Materials provided:

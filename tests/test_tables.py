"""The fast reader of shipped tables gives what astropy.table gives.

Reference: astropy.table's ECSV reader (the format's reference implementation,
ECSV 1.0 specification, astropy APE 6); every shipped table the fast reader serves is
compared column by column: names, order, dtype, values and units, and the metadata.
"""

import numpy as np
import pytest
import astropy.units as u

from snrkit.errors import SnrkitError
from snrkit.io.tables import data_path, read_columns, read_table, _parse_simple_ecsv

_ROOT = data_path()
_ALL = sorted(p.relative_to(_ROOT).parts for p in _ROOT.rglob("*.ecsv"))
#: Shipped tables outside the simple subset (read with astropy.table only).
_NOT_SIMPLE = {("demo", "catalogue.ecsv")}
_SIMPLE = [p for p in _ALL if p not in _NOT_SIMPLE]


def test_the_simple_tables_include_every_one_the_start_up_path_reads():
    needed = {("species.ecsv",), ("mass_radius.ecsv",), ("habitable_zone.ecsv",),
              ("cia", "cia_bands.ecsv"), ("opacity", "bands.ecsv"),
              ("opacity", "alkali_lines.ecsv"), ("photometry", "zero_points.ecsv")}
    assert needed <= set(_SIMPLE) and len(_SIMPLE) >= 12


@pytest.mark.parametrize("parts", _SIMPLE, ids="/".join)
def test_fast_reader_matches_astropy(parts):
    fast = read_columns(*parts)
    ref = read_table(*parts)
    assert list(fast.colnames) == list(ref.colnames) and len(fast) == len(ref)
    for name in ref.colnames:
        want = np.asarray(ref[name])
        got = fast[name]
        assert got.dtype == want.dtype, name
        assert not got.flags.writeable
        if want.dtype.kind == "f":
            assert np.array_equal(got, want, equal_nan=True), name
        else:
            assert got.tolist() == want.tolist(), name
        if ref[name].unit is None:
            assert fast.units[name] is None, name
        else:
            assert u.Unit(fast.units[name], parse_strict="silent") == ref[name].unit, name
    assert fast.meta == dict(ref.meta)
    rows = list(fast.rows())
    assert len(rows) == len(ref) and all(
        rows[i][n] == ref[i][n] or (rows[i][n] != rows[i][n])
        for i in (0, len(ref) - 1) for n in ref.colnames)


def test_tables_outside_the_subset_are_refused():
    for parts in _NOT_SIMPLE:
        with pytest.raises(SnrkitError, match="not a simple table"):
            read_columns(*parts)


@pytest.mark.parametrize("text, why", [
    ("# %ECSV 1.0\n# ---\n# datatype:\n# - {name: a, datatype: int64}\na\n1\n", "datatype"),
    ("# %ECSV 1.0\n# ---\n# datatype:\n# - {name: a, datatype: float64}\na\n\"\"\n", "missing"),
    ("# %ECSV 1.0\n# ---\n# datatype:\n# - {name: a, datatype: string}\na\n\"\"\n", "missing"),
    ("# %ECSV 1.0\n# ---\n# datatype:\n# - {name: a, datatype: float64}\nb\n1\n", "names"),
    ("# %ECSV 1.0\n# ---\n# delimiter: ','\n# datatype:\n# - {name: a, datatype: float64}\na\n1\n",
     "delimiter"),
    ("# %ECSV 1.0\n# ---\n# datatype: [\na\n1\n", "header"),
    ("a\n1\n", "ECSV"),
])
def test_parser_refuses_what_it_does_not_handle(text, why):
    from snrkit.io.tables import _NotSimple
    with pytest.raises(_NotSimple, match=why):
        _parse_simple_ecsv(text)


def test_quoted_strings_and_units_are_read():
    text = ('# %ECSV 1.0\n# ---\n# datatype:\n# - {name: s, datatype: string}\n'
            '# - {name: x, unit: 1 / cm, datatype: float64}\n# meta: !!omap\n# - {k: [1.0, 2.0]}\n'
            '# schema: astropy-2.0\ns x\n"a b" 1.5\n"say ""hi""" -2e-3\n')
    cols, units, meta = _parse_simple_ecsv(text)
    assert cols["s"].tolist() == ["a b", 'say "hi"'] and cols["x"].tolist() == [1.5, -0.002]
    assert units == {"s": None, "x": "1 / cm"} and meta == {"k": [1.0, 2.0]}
--
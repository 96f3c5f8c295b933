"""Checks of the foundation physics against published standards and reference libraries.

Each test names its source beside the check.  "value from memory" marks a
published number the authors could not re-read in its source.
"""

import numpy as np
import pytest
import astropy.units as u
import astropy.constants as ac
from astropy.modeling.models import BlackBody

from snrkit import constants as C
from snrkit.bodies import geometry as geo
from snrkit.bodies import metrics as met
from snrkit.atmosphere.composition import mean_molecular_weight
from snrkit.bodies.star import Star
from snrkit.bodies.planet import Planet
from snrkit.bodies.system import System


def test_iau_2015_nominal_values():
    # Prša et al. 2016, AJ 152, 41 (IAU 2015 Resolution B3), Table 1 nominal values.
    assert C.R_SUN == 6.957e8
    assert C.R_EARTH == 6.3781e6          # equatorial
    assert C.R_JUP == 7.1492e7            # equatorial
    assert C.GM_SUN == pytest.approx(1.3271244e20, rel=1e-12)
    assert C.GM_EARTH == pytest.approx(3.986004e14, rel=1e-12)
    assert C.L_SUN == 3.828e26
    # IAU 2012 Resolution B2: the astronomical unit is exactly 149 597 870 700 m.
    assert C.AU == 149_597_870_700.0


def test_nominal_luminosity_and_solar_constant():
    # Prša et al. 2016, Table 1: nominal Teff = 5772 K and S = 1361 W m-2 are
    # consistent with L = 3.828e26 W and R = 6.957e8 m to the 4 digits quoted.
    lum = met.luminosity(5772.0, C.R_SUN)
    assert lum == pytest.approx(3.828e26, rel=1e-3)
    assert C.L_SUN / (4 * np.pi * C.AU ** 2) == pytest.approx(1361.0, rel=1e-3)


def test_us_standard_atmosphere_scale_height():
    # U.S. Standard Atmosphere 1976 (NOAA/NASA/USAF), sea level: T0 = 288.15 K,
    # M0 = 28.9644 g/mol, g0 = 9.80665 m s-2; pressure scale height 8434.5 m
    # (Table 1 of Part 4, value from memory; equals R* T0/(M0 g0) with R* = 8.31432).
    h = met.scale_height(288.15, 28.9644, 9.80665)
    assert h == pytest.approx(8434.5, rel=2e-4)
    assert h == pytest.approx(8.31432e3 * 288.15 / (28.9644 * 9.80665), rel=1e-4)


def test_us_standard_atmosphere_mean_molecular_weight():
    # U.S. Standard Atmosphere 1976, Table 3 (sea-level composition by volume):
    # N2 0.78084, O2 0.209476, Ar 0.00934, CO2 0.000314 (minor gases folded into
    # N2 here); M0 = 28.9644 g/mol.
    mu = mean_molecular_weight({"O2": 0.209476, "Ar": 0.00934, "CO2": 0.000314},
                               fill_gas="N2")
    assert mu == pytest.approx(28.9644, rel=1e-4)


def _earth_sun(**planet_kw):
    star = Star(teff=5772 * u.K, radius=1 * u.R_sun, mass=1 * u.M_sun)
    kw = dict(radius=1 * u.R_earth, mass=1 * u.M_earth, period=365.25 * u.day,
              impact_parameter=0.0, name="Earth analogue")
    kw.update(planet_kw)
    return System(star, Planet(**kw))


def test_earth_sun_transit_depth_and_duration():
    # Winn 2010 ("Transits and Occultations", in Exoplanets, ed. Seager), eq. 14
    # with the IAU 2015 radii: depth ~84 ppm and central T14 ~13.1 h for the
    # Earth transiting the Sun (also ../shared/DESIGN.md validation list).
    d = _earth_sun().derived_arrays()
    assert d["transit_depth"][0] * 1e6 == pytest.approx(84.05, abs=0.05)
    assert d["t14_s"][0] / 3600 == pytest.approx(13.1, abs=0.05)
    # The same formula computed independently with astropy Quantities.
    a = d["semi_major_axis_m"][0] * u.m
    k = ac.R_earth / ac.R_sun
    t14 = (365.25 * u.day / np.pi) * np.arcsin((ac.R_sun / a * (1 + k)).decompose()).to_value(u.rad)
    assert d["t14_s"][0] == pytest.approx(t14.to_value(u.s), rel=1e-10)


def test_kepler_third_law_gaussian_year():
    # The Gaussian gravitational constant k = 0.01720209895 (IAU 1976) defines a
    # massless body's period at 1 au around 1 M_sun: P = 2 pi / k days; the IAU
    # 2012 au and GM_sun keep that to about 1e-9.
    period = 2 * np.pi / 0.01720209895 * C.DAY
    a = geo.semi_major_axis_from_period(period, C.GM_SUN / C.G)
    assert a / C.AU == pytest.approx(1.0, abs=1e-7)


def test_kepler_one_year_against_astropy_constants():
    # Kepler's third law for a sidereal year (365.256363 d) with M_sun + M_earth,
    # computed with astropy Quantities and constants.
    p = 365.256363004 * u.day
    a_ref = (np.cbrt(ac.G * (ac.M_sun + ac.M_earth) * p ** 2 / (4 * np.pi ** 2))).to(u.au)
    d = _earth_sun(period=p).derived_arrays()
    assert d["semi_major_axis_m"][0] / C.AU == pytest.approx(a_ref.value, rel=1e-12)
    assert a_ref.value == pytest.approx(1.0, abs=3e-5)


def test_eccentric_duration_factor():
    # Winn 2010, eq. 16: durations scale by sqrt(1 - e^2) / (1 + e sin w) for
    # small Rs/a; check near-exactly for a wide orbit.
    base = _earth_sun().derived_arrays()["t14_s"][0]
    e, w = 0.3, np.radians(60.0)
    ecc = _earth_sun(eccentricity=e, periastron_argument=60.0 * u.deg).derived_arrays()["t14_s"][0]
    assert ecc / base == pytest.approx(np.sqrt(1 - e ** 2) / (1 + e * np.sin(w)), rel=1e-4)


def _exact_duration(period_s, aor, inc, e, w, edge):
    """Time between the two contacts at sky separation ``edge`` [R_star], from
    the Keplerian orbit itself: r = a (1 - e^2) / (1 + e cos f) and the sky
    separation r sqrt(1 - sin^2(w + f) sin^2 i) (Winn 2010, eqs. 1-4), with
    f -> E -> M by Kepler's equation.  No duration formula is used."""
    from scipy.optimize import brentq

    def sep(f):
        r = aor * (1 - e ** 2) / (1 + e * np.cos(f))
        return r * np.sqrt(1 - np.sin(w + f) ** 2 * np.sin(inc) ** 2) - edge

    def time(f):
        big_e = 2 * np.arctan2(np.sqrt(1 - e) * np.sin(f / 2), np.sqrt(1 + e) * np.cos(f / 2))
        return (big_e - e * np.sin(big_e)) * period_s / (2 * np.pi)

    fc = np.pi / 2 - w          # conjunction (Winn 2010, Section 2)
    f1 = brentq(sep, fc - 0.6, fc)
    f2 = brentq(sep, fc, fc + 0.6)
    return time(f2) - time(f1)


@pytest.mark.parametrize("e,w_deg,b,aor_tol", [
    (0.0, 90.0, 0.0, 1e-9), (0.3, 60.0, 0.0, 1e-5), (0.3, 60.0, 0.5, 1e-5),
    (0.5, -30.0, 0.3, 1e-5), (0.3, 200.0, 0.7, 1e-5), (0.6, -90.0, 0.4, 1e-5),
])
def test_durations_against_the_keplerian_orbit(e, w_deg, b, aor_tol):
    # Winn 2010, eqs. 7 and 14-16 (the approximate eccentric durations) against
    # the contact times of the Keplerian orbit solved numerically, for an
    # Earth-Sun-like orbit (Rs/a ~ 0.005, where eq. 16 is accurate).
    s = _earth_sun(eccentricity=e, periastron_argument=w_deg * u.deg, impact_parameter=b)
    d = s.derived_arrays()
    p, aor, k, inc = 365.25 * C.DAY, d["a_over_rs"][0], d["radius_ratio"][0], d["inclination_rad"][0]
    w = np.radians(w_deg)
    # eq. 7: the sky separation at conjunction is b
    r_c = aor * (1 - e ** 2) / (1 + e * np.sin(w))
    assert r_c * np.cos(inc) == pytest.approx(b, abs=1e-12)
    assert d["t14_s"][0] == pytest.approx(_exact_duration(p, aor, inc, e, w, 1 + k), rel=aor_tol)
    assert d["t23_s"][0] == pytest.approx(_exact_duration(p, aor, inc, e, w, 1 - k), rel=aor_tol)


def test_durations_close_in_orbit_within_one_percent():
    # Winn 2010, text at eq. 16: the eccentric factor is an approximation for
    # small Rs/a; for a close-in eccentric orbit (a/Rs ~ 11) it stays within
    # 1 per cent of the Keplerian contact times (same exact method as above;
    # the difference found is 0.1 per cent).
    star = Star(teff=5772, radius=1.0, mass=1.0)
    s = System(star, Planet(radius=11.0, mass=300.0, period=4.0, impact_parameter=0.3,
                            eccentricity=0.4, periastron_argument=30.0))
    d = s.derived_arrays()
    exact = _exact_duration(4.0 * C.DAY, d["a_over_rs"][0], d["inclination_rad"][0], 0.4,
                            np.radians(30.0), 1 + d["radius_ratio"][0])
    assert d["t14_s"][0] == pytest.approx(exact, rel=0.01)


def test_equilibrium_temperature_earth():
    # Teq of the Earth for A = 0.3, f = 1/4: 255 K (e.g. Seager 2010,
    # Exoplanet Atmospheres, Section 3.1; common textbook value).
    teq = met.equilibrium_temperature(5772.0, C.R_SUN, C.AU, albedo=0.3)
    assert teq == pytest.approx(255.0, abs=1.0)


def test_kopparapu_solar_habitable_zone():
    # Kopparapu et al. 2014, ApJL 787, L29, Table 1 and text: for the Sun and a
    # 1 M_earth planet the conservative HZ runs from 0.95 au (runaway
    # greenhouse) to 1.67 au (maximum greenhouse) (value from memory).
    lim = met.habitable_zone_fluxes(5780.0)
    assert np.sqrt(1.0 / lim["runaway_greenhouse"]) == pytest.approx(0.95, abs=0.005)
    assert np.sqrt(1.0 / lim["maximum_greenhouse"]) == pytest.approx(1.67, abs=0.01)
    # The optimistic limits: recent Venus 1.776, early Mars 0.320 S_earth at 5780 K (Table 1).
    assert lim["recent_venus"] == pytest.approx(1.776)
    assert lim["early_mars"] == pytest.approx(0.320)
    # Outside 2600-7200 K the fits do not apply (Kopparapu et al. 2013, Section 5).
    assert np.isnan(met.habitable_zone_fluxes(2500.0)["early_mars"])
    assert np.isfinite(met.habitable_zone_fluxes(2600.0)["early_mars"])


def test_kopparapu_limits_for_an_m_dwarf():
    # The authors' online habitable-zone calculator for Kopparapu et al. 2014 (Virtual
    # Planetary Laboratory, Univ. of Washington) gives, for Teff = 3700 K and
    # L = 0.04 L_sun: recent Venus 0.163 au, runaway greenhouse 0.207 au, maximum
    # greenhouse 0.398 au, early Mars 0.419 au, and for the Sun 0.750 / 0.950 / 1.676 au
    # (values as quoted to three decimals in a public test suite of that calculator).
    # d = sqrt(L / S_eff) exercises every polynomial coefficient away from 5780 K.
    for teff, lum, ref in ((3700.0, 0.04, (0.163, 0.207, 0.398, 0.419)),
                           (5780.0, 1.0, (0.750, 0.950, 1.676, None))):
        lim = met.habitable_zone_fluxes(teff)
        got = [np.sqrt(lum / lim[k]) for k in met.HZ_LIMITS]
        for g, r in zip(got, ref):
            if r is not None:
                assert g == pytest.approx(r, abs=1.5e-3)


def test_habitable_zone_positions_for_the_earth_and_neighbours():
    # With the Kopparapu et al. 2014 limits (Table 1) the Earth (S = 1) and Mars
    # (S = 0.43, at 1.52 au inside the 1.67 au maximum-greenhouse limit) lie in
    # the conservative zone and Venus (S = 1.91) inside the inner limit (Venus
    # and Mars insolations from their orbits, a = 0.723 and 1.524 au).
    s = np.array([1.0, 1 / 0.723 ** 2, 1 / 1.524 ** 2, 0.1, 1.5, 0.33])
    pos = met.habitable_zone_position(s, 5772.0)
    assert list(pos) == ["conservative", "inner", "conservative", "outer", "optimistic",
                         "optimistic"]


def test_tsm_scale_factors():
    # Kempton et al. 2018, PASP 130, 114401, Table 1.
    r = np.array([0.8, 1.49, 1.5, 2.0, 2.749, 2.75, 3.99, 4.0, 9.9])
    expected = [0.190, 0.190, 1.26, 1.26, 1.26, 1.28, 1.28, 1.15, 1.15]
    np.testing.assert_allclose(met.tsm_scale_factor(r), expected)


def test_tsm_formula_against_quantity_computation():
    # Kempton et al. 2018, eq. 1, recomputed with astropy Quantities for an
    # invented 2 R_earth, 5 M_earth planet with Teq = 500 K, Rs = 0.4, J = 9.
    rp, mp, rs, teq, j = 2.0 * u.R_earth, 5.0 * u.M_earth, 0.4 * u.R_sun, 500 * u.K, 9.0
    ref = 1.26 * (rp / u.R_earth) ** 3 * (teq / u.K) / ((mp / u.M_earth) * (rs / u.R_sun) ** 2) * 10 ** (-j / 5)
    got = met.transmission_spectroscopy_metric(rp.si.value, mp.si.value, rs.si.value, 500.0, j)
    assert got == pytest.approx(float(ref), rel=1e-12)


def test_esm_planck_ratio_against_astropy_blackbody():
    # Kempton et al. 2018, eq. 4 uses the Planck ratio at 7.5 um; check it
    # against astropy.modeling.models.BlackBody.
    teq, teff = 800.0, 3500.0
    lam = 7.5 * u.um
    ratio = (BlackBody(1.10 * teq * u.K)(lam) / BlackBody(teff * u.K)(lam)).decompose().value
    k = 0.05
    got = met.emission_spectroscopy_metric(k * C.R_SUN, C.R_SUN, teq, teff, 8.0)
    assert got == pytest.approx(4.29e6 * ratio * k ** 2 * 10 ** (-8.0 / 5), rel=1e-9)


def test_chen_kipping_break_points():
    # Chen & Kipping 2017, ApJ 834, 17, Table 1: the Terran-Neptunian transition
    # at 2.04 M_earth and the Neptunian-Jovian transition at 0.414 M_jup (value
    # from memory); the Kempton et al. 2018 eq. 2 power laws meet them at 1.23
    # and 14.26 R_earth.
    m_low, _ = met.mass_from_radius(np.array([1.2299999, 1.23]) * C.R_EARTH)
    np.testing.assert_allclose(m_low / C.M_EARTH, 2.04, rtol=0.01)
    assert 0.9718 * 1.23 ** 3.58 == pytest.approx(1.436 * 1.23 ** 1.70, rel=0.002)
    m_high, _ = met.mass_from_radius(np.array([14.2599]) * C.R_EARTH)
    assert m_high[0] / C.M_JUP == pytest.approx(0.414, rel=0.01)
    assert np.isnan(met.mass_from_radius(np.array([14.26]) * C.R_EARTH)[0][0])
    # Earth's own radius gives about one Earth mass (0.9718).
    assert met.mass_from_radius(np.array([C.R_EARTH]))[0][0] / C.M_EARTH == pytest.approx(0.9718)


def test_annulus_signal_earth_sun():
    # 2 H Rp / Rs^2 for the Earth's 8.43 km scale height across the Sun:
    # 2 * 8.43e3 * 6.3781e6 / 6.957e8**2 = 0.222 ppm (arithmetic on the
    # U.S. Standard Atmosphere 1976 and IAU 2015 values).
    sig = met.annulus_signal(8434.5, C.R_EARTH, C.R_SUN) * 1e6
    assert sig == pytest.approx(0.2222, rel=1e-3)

Required work:
Every line above with the word "colnames" belongs in the answer, copied as written.

Written answer:
    assert list(fast.colnames) == list(ref.colnames) and len(fast) == len(ref)
    for name in ref.colnames:
        for i in (0, len(ref) - 1) for n in ref.colnames)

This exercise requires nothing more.